─── Information ───
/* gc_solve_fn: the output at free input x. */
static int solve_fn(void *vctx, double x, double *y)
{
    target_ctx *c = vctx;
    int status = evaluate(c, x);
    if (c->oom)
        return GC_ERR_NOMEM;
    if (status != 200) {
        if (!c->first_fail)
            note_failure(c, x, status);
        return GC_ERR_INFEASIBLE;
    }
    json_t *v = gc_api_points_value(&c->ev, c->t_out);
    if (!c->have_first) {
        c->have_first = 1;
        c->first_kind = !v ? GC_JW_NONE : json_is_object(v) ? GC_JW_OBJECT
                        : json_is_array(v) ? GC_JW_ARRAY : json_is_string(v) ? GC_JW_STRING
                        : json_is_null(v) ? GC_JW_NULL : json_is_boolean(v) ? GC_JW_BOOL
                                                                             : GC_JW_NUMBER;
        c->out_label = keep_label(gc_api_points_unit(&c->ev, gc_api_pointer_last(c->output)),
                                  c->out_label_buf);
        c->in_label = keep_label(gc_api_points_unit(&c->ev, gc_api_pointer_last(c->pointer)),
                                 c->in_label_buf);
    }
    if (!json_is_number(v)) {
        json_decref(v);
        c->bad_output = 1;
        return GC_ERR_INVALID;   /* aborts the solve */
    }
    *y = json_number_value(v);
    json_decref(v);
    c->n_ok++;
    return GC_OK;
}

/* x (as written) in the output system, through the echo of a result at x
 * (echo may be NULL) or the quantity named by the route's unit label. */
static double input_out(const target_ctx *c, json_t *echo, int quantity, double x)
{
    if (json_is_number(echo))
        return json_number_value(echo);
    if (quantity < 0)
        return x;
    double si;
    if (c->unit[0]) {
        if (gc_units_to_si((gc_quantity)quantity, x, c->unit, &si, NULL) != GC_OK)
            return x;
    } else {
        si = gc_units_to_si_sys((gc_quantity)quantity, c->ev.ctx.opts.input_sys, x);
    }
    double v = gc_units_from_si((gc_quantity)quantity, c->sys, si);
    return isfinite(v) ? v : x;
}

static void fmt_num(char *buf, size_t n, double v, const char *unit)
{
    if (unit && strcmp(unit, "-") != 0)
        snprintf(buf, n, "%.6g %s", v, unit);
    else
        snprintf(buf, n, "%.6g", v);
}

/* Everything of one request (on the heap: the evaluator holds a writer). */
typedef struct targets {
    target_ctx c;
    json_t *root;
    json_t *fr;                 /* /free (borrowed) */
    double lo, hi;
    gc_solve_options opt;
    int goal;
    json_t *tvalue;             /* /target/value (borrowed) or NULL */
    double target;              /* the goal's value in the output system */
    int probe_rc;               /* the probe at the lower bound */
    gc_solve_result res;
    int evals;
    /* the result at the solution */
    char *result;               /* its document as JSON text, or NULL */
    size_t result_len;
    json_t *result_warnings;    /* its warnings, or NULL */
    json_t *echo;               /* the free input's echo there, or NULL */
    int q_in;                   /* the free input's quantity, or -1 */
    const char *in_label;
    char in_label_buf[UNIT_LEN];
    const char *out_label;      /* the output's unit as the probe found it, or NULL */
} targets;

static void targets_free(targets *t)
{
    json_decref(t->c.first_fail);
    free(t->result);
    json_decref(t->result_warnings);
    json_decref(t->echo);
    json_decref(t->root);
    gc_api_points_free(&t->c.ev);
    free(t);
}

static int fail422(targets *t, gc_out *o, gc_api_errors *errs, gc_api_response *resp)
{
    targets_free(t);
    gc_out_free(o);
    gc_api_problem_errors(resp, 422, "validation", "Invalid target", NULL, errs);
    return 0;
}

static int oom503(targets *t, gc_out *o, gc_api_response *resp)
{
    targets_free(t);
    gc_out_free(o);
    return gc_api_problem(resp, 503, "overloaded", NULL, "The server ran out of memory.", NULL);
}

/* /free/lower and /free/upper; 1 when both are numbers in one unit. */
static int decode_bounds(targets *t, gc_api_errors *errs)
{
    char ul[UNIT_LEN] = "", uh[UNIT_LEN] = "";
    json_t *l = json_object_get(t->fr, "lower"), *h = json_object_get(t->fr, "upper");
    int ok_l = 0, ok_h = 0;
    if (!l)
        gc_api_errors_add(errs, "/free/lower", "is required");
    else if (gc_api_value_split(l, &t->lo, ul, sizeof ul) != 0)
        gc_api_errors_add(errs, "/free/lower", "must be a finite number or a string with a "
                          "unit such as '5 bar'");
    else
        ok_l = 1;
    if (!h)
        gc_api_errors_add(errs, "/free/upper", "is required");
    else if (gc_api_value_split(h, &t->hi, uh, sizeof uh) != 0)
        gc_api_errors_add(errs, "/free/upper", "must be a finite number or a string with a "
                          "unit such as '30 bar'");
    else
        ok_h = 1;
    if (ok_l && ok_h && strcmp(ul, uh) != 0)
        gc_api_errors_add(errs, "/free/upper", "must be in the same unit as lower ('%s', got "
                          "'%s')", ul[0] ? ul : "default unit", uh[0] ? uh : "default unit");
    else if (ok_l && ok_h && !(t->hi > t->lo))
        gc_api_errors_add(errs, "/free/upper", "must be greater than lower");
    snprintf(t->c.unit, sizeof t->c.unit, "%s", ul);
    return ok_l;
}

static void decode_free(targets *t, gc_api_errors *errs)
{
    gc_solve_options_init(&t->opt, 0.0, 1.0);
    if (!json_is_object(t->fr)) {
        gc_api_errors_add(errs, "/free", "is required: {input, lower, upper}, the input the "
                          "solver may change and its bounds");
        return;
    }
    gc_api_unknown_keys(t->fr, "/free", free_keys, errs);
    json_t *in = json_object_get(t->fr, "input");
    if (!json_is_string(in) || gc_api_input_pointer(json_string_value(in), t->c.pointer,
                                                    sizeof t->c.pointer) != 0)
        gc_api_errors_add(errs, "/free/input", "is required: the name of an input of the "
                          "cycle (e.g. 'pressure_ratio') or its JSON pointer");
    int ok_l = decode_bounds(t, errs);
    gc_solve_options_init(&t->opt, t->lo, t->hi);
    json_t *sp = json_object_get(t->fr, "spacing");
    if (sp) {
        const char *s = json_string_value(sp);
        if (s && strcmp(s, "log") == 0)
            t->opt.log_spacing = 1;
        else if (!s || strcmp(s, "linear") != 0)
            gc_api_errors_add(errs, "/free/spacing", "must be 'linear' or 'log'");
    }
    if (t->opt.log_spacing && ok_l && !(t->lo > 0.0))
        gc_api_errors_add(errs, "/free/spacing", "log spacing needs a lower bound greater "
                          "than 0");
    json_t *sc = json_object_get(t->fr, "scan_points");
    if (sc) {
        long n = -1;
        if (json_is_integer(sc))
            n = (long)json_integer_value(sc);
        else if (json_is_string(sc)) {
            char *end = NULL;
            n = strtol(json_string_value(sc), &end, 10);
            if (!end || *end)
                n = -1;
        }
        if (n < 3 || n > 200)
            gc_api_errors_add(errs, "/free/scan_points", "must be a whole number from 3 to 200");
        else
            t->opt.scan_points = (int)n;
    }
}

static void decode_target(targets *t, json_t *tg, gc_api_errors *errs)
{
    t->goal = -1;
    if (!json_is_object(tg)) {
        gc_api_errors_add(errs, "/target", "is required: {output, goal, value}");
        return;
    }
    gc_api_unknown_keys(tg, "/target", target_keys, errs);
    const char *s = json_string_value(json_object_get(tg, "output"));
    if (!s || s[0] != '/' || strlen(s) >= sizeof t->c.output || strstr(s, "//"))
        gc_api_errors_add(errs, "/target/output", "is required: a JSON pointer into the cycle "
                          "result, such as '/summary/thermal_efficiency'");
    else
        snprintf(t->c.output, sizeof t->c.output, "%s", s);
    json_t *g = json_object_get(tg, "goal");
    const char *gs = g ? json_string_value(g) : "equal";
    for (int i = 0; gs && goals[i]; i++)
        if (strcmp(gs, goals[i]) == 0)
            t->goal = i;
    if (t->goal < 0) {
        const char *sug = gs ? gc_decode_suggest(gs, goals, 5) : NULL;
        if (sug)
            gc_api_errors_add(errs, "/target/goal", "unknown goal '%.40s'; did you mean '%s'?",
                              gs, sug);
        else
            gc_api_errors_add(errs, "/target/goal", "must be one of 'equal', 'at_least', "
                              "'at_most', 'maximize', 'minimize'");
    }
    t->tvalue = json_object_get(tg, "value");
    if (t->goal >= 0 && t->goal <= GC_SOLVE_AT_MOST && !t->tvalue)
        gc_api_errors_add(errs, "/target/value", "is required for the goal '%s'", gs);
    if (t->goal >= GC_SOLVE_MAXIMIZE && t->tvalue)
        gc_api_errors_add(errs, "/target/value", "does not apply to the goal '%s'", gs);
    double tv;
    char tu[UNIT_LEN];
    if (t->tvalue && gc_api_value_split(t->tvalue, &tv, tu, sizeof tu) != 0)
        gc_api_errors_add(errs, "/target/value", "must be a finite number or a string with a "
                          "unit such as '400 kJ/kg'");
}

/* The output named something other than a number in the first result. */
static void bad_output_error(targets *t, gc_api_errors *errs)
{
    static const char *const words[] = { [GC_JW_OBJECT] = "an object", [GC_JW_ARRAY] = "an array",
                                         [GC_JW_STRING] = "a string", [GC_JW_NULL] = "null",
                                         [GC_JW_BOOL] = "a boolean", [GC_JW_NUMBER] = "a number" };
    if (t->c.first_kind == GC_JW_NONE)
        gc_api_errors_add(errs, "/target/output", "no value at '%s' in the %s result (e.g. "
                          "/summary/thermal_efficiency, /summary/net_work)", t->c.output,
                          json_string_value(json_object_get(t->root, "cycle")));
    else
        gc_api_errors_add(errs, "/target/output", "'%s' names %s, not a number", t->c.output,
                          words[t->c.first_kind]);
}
───
* **How to complete this task**:
What lines in the material above contain the word "with"? Copy them out.

* **Reply to the exercise**:
        gc_api_errors_add(errs, "/free/lower", "must be a finite number or a string with a "
        gc_api_errors_add(errs, "/free/upper", "must be a finite number or a string with a "
        gc_api_errors_add(errs, "/target/value", "must be a finite number or a string with a "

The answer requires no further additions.